At least one college leader who called for a vaccine mandate backed down amid local pressure.

Nova Southeastern University, a private university in Florida, on April 1 announced that it would require students and faculty to get vaccinated against the coronavirus — a plan that was swiftly paused when DeSantis issued an executive order the next day that banned vaccine passports in the state. NSU President George Hanbury on May 5 released a statement that the school would instead push for voluntary vaccinations and praised DeSantis for helping with the "mammoth effort" to vaccinate the state.

That announcement "is the only information on the updated covid-19 protocols being provided by NSU at this time," spokesperson Joe Donzelli wrote in an email last week, declining to answer The Post's questions about why the school changed its policy.

Meanwhile, some colleges that took aggressive action to combat the pandemic last year have been more circumspect about mandating vaccinations this spring.
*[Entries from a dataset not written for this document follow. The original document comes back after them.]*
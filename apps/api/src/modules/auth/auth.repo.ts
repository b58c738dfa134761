import type { Knex } from 'knex';
import type { Role } from '../../auth/permissions';
import { tables } from '../../lib/db';

export interface UserRow {
  id: string;
  email: string;
  name: string;
}

export interface MembershipOrganisation {
  id: string;
  name: string;
  slug: string;
  role: Role;
}

/** The user's own row (the users policy lets a user see themself). */
export function findUser(db: Knex, userId: string): Promise<UserRow | undefined> {
  return db(tables.users).where({ id: userId }).whereNull('disabled_at').first('id', 'email', 'name');
}

/** Every organisation the user belongs to, by name. Needs app.user_id = userId (memberships_own_rows). */
export function listMemberships(db: Knex, userId: string): Promise<MembershipOrganisation[]> {
  return db(`${tables.memberships} as m`)
    .join(`${tables.organisations} as o`, 'o.id', 'm.tenant_id')
    .where('m.user_id', userId)
    .orderBy([{ column: 'o.name' }, { column: 'o.id' }])
    .select('o.id', 'o.name', 'o.slug', 'm.role');
}
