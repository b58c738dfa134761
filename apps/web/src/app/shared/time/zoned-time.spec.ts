import { formatZoned, zoneShortName, monthKeyOf, shiftMonth, zonedMidnight, zonedMonthRange } from './zoned-time';

describe('zoned time', () => {
  // Central European Time is UTC+1, summer time UTC+2; summer time ends on the last Sunday of
  // October at 03:00 local (EU Directive 2000/84/EC, Art. 2–3), i.e. 2026-10-25.
  it('finds local midnight in winter and in summer time', () => {
    expect(zonedMidnight(2026, 11, 1, 'Europe/Berlin').toISOString()).toBe('2026-10-31T23:00:00.000Z');
    expect(zonedMidnight(2026, 10, 1, 'Europe/Berlin').toISOString()).toBe('2026-09-30T22:00:00.000Z');
  });

  it('gives the October that holds the DST change 745 hours', () => {
    const { from, to } = zonedMonthRange('2026-10', 'Europe/Berlin');
    expect((to.getTime() - from.getTime()) / 3_600_000).toBe(31 * 24 + 1);
  });

  it('puts an instant in the month of the site calendar, not of UTC', () => {
    expect(monthKeyOf('2026-10-31T23:30:00Z', 'Europe/Berlin')).toBe('2026-11');
    expect(monthKeyOf('2026-10-31T23:30:00Z', 'UTC')).toBe('2026-10');
    expect(monthKeyOf('2026-11-01T03:00:00Z', 'America/Chicago')).toBe('2026-10');
  });

  it('steps across a year boundary', () => {
    expect(shiftMonth('2026-12', 1)).toBe('2027-01');
    expect(shiftMonth('2026-01', -1)).toBe('2025-12');
  });

  it('shows the zone name beside the hour', () => {
    expect(formatZoned('2026-11-01T13:00:00Z', 'Europe/Berlin')).toMatch(/1 Nov 2026.*14:00.*(CET|GMT\+1)/);
    expect(formatZoned(null, 'UTC')).toBe('—');
  });

  // Abbreviations as the IANA/CLDR data name them (Central European and US Mountain time).
  it('names European and North American zones, in winter and in summer', () => {
    expect(formatZoned('2026-11-01T13:00:00Z', 'Europe/Berlin')).toBe('1 Nov 2026, 14:00 CET');
    expect(formatZoned('2026-07-01T12:00:00Z', 'Europe/Berlin')).toBe('1 Jul 2026, 14:00 CEST');
    expect(formatZoned('2026-11-01T19:00:00Z', 'America/Denver')).toBe('1 Nov 2026, 12:00 MST');
    expect(formatZoned('2026-07-01T18:00:00Z', 'America/Denver')).toBe('1 Jul 2026, 12:00 MDT');
  });

  it('falls back to the offset where no abbreviation is in common use', () => {
    expect(zoneShortName(Date.UTC(2026, 0, 1), 'Asia/Singapore')).toBe('GMT+8');
    expect(zoneShortName(Date.UTC(2026, 0, 1), 'UTC')).toBe('UTC');
  });
});
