import { Routes } from '@angular/router';
import { provideCharts, withDefaultRegisterables } from 'ng2-charts';

/**
 * The data review screens, under /review (the parent route checks `data:read`). Chart.js is
 * registered here, so its code loads with these pages only.
 */
export const reviewRoutes: Routes = [
  {
    path: '',
    providers: [provideCharts(withDefaultRegisterables())],
    children: [
      {
        path: '',
        title: 'Data review · FlueLedger',
        loadComponent: () => import('./review-page/review-page').then((m) => m.ReviewPage),
      },
      {
        path: 'stacks/:stackId',
        title: 'Data review · FlueLedger',
        loadComponent: () => import('./review-page/review-page').then((m) => m.ReviewPage),
      },
    ],
  },
];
West Virginia University President Gordon Gee wrote in March 2020 that universities must "lead and not follow" when combating the coronavirus, as he touted his school's rapid efforts to shift courses online, cancel athletic events and take other precautionary steps. But the school won't require shots, even though West Virginia Gov. Jim Justice, R, has said he's open to it.

"While WVU is not currently requiring vaccination, we are strongly recommending it and we have created an incentives plan," spokesperson April Kaull said in a statement, pointing to a plan that says more student activities can resume if the school community hits an 80 percent vaccination rate.

Lynn Pasquerella, president of the Association of American Colleges and Universities and a medical ethicist, said she's worried that academic leaders aren't thinking about the long-term implications for their students.

"The least we can do is to help students by not having them have to worry about whether the person next to them is a carrier of covid-19, or whether they're going to get sick in the classroom," she said.

Boom, the Houston Methodist CEO, made a similar case to other employers.

"It's the right thing to do. It's what protects vulnerable people," Boom said, touting his organization's own data on the shots' effectiveness. "The most common thing I've heard from the community of our existing patients is a big, huge, thank you."